▶ **Aim of the task**:
Say how many lines of the records include the string "fuzzing". Nothing else belongs in the answer.

Stored data entries:
+ + + +
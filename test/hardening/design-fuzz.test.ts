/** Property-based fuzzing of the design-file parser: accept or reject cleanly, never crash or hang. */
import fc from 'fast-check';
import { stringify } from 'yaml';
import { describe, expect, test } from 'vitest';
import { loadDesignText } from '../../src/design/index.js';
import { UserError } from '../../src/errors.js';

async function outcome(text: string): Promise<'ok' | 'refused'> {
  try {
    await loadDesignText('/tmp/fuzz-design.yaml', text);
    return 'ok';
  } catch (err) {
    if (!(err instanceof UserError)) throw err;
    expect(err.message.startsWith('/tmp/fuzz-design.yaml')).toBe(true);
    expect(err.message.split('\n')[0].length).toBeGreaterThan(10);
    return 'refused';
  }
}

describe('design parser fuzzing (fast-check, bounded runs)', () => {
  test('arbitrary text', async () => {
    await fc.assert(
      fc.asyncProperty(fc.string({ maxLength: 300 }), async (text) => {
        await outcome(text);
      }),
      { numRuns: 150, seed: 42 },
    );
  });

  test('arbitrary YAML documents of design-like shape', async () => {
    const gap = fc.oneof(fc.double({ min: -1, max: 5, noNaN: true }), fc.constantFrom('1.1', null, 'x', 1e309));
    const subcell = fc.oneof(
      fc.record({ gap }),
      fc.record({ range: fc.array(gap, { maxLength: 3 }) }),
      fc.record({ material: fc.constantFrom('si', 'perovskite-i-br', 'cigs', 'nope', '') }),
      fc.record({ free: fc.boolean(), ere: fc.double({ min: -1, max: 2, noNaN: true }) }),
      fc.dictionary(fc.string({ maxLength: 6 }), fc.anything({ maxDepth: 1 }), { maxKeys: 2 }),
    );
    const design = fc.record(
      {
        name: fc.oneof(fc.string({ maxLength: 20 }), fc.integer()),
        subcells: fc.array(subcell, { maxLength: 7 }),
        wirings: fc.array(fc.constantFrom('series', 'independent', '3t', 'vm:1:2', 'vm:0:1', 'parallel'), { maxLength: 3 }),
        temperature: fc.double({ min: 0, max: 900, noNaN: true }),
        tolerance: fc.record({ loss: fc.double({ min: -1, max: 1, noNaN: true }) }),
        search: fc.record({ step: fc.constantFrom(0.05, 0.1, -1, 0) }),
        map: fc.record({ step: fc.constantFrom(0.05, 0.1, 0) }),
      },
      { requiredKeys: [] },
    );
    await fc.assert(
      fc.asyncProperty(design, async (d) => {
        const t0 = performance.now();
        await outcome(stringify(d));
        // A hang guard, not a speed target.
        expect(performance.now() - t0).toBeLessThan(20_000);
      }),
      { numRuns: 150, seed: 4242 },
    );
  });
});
+ + + +
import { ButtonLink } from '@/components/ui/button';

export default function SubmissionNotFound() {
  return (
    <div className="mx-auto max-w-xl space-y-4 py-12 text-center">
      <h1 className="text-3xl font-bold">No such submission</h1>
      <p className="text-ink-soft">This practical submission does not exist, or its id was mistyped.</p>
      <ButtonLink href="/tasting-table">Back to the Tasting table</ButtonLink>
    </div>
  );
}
+ + + +
▶ **Finished exercise**:
2